# Update on DuckDuck, *lots of photos!*



## gerbilgirl (Aug 22, 2009)

DuckDuck will be one at the start of August, so here is an update on my boy who is currently getting his colours around his neck!

He is doing great, lots of little walks outside on my hand and things (I have a little yellow ring around his leg which I attach a lead to, just for my peace of mind when I have him out, but he doesn't even move off my hand). His tail was finally perfect after we clipped his wings to stop him flying up in a panic when he got out of the cage and falling to the floor and breaking his tail feathers, and then I got six semi-feral kittens in for fostering, and they took to sitting under his cage, and have wrecked his tail by sitting sucking at the feathers, he doesn't even know to move away.

He also calls other woodies to the garden when I have him outside, and everyday he calls an already mated pair who fly very low over our heads, its lovely to see, of course he panics at this stage (as he does every day) and flies up to my neck and tucks his head in for a cuddle.

And yesterday my friend brought down a racing pigeon she found, there's no point in phoning the owner as the bird will only be killed when returned, and she's happy enough to keep it and let it fly in and out of a secure area as it suits itself. She just wanted me to look over it and see if it looked unhealthy as it is so quiet and friendly. It appeared fine and was eating and drinking fine, although its poo was a little green and runny, but I put that down to the change in food, she had been feeding it corn for a couple of days, but I gave her some of the dove mix I feed DuckDuck on. Hopefully it will do better on this. As it seemed fine and healthy we let her meet DuckDuck, he was fine until she sat on 'his' bed (it's actually mine), and then he flew at her until she moved.

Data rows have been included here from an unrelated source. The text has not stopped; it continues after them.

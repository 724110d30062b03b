"""The pure engine: values in, values out. Knows no framework, database or settings."""

from __future__ import annotations

from kinetics_db.engine.conditions import Conditions as Conditions
from kinetics_db.engine.fitting.global_fit import fit_globally as fit_globally
from kinetics_db.engine.network.notation import parse_mechanism as parse_mechanism
from kinetics_db.engine.simulation.reference import simulate as simulate
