"""From what was weighed and pipetted to concentrations with the uncertainties of their causes.

Every path is a product or a quotient, so relative standard uncertainties add in quadrature (JCGM 100:2008,
5.1.6). Causes are kept apart: the weighing of this run is its own; a lot's purity or a stock's flask is
shared by every run that used it, and the run's volume by every compound of the run. A fit can then give each
cause one nuisance parameter instead of counting one error many times.
"""

from __future__ import annotations

import math
from collections.abc import Iterable, Iterator, Sequence
from dataclasses import dataclass
from typing import NamedTuple

from kinetics_db.engine.units import kind_of_unit, to_stored
from kinetics_db.errors import InvalidInput, Problem

#: What is weighed or pipetted lies between these, in whatever unit; beyond them products would leave the floats.
SMALLEST, LARGEST = 1e-30, 1e30


class SharedError(NamedTuple):
    """A relative standard uncertainty that belongs to ``owner`` and moves all that came from it together."""

    owner: str
    relative_u: float


@dataclass(frozen=True)
class Lot:
    """One bottle of one compound.

    Attributes
    ----------
    owner : name under which the lot's errors are shared, such as 'lot 12'
    compound : name of the compound
    molar_mass : g/mol; needed for charges by mass or volume
    purity, purity_u : mass fraction, above 0 and at most 1, and its standard uncertainty
    density, density_u : g/L of the neat substance, and its standard uncertainty; needed for charges by volume
    """

    owner: str
    compound: str
    molar_mass: float | None = None
    purity: float = 1.0
    purity_u: float = 0.0
    density: float | None = None
    density_u: float = 0.0

    def __post_init__(self) -> None:
        problems = []
        if self.molar_mass is not None and not _positive(self.molar_mass):
            problems.append(
                Problem(f"molar mass {self.molar_mass}", field="molar_mass", cure="above 0 g/mol")
            )
        if not (_positive(self.purity) and self.purity <= 1):
            cure = "a mass fraction above 0 and at most 1; 98 % is 0.98"
            problems.append(Problem(f"purity {self.purity}", field="purity", cure=cure))
        if not _not_negative(self.purity_u):
            problems.append(Problem(f"uncertainty {self.purity_u}", field="purity_u", cure="0 or more"))
        problems += _problems_of_density(self.density, self.density_u)
        if problems:
            raise InvalidInput(problems)


@dataclass(frozen=True)
class StockConcentration:
    """One compound of a stock: mol/L, and the relative standard uncertainties by owner."""

    compound: str
    concentration: float
    shared: tuple[SharedError, ...] = ()


@dataclass(frozen=True)
class Stock:
    """A solution with known concentrations; made by `stock_concentrations` or stated directly.

    ``density`` (g/L) is needed only where the stock is weighed in.
    """

    owner: str
    components: tuple[StockConcentration, ...]
    density: float | None = None
    density_u: float = 0.0

    def __post_init__(self) -> None:
        problems = []
        if not self.components:
            problems.append(Problem(f"{self.owner} holds no compound", field="components"))
        for component in self.components:
            if not _not_negative(component.concentration):
                message = f"concentration {component.concentration} of {component.compound} in {self.owner}"
                problems.append(Problem(message, field="concentration", cure="0 mol/L or more"))
            if not all(_not_negative(e.relative_u) for e in component.shared):
                message = f"uncertainty of {component.compound} in {self.owner}"
                problems.append(Problem(message, field="shared", cure="0 or more"))
        problems += _problems_of_density(self.density, self.density_u)
        if problems:
            raise InvalidInput(problems)


@dataclass(frozen=True)
class Charge:
    """What was put in, as it was entered.

    Attributes
    ----------
    source : the lot or stock it came from
    value, unit : a mass, volume, amount, or (for a lot) the final concentration itself
    standard_uncertainty : of this one weighing or pipetting, in ``unit``
    """

    source: Lot | Stock
    value: float
    unit: str
    standard_uncertainty: float = 0.0

    def __post_init__(self) -> None:
        problems = []
        if not _not_negative(self.value):
            problems.append(Problem(f"charge of {self.value} {self.unit}", field="value", cure="0 or more"))
        if not _not_negative(self.standard_uncertainty):
            message = f"uncertainty {self.standard_uncertainty}"
            problems.append(Problem(message, field="standard_uncertainty", cure="0 or more"))
        elif self.value == 0 and self.standard_uncertainty > 0:
            message = "a charge of zero cannot have a relative uncertainty"
            problems.append(Problem(message, field="standard_uncertainty", cure="0, or leave the charge out"))
        if problems:
            raise InvalidInput(problems)

    @property
    def relative_u(self) -> float:
        return self.standard_uncertainty / self.value if self.value else 0.0


@dataclass(frozen=True)
class TotalVolume:
    """Volume of a run or a flask, L, and its standard uncertainty, L."""

    value: float
    standard_uncertainty: float = 0.0

    def __post_init__(self) -> None:
        if not _positive(self.value) or not _not_negative(self.standard_uncertainty):
            raise InvalidInput(
                f"volume {self.value} L +- {self.standard_uncertainty} L",
                field="total_volume",
                cure="a volume above 0 L and an uncertainty of 0 L or more",
            )

    @property
    def relative_u(self) -> float:
        return self.standard_uncertainty / self.value


@dataclass(frozen=True)
class StockRecipe:
    """What a stock was made from, and the volume it was made up to."""

    owner: str
    components: tuple[Charge, ...]
    volume: TotalVolume


@dataclass(frozen=True)
class Contribution:
    """What one charge, or all charges of one compound, bring into a run.

    Attributes
    ----------
    compound : name
    amount : mol
    concentration : mol/L in the run's volume
    own_relative_u : from this run's own weighing and pipetting of this compound alone
    shared : from lots and stocks, by owner; the same error in every run that used them
    run_shared : of this run, but common to several of its compounds: its 'volume', and 'charge 3' where the
        third charge is a stock of several compounds
    """

    compound: str
    amount: float
    concentration: float
    own_relative_u: float = 0.0
    shared: tuple[SharedError, ...] = ()
    run_shared: tuple[SharedError, ...] = ()

    @property
    def relative_u(self) -> float:
        """All causes together, in quadrature."""
        return math.hypot(self.own_relative_u, *(e.relative_u for e in self.shared + self.run_shared))


def charge_contributions(charge: Charge, volume: TotalVolume, position: int = 1) -> tuple[Contribution, ...]:
    """What one charge brings: one contribution for a lot, one for each compound of a stock.

    ``position`` is the charge's place in the order of addition; it names the error of a stock's pipetting.

    Raises
    ------
    InvalidInput
        when the unit is of no usable kind, or the molar mass or density that it needs is missing.
    """
    kind = kind_of_unit(charge.unit)
    if isinstance(charge.source, Stock):
        return _from_stock(charge, charge.source, kind, volume, position)
    return (_from_lot(charge, charge.source, kind, volume),)


def run_concentrations(charges: Iterable[Charge], volume: TotalVolume) -> tuple[Contribution, ...]:
    """Initial concentrations of a run, one contribution per compound in the order of first addition.

    Charges of one compound add up: their own errors in quadrature, those of one owner linearly, since an
    owner's error moves all that came from it in the same direction.
    """
    parts: dict[str, list[Contribution]] = {}
    for position, charge in enumerate(charges, start=1):
        for part in charge_contributions(charge, volume, position):
            parts.setdefault(part.compound, []).append(part)
    return tuple(_sum(compound, of_compound) for compound, of_compound in parts.items())


def stock_concentrations(recipe: StockRecipe) -> Stock:
    """Concentrations of a stock from its recipe.

    The weighing of each compound and the flask's volume become errors of the stock, shared by all that is
    drawn from it; those of lots and of stocks that it was diluted from stay with these.
    """
    components = []
    for total in run_concentrations(recipe.components, recipe.volume):
        shared = _errors(
            SharedError(f"{recipe.owner} {total.compound}", total.own_relative_u),
            *(SharedError(f"{recipe.owner} {e.owner}", e.relative_u) for e in total.run_shared),
            *total.shared,
        )
        components.append(StockConcentration(total.compound, total.concentration, shared))
    return Stock(recipe.owner, tuple(components))


def _from_lot(charge: Charge, lot: Lot, kind: str, volume: TotalVolume) -> Contribution:
    shared = [SharedError(f"{lot.owner} purity", lot.purity_u / lot.purity)]
    run_shared = _errors(SharedError("volume", volume.relative_u))
    if kind == "concentration":  # a final concentration, whatever it was made from
        concentration = to_stored(charge.value, charge.unit, "concentration")
        amount, shared, run_shared = concentration * volume.value, [], ()
    elif kind == "amount":  # an amount is that of the compound itself: purity is already in it
        amount, shared = to_stored(charge.value, charge.unit, "amount"), []
        concentration = amount / volume.value
    elif kind in ("mass", "volume"):
        mass = to_stored(charge.value, charge.unit, kind)
        if kind == "volume":
            density = _needed(lot.density, "density", lot)
            mass *= density
            shared.append(SharedError(f"{lot.owner} density", lot.density_u / density))
        amount = mass * lot.purity / _needed(lot.molar_mass, "molar_mass", lot)
        concentration = amount / volume.value
    else:
        raise _wrong_kind(charge, "a mass, volume, amount or concentration")
    return Contribution(lot.compound, amount, concentration, charge.relative_u, _errors(*shared), run_shared)


def _from_stock(
    charge: Charge, stock: Stock, kind: str, volume: TotalVolume, position: int
) -> tuple[Contribution, ...]:
    added: tuple[SharedError, ...] = ()
    if kind == "volume":
        litres = to_stored(charge.value, charge.unit, "volume")
    elif kind == "mass":
        density = _needed(stock.density, "density", stock)
        litres = to_stored(charge.value, charge.unit, "mass") / density
        added = _errors(SharedError(f"{stock.owner} density", stock.density_u / density))
    else:
        raise _wrong_kind(charge, "a volume or mass of the stock")
    alone = len(stock.components) == 1
    pipetting = SharedError(f"charge {position}", 0.0 if alone else charge.relative_u)
    return tuple(
        Contribution(
            component.compound,
            component.concentration * litres,
            component.concentration * litres / volume.value,
            charge.relative_u if alone else 0.0,
            component.shared + added,
            _errors(SharedError("volume", volume.relative_u), pipetting),
        )
        for component in stock.components
    )


def _sum(compound: str, parts: Sequence[Contribution]) -> Contribution:
    if len(parts) == 1:
        return parts[0]
    concentration = math.fsum(p.concentration for p in parts)
    amount = math.fsum(p.amount for p in parts)
    if concentration == 0:
        return Contribution(compound, 0.0, 0.0)
    weights = [p.concentration / concentration for p in parts]
    return Contribution(
        compound,
        amount,
        concentration,
        math.hypot(*(w * p.own_relative_u for w, p in zip(weights, parts, strict=True))),
        _weighted([(w, p.shared) for w, p in zip(weights, parts, strict=True)]),
        _weighted([(w, p.run_shared) for w, p in zip(weights, parts, strict=True)]),
    )


def _weighted(parts: Sequence[tuple[float, tuple[SharedError, ...]]]) -> tuple[SharedError, ...]:
    by_owner: dict[str, float] = {}
    for weight, errors in parts:
        for error in errors:
            by_owner[error.owner] = by_owner.get(error.owner, 0.0) + weight * error.relative_u
    return tuple(SharedError(owner, u) for owner, u in by_owner.items())


def _errors(*errors: SharedError) -> tuple[SharedError, ...]:
    return tuple(e for e in errors if e.relative_u > 0)


def _needed(value: float | None, field: str, source: Lot | Stock) -> float:
    if value is None:
        name = field.replace("_", " ")
        raise InvalidInput(
            f"the {name} of {source.owner} is not known",
            field=field,
            cure=f"give its {name}, or charge it by amount or concentration",
        )
    return value


def _problems_of_density(density: float | None, density_u: float) -> Iterator[Problem]:
    if density is not None and not _positive(density):
        yield Problem(f"density {density}", field="density", cure="above 0 g/L")
    if not _not_negative(density_u):
        yield Problem(f"uncertainty {density_u}", field="density_u", cure="0 or more")


def _wrong_kind(charge: Charge, accepted: str) -> InvalidInput:
    return InvalidInput(f"a charge in '{charge.unit}' cannot be used here", field="unit", cure=accepted)


def _positive(value: object) -> bool:
    return _number(value) and SMALLEST <= value <= LARGEST  # type: ignore[operator]


def _not_negative(value: object) -> bool:
    return _number(value) and (value == 0 or SMALLEST <= value <= LARGEST)  # type: ignore[operator]


def _number(value: object) -> bool:
    return isinstance(value, int | float) and not isinstance(value, bool) and math.isfinite(value)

Not very much interest in her, but then he doesn't know he's a pigeon.

So now for the photos:

When he arrived

















And now


----------



## Feefo (Feb 8, 2002)

He is beautiful...but how humiliating is it if you are a woodie to have your tail feathers sucked by kittens!? 

One of my woodies concussed herself during a panic when I wasn't there. It was so frightening, I really thought I had lost her but she made a full recovery. I will send you details of the homeopathic treatment I gave her (it is from Baryl Chapman's bok) just in case the same thing happens to you. But just a reminder, heat is wrong when they have suspected concussion...I forgot that and gave Littlewood a heat lamp, fortunately no harm was done.

Cynthia


----------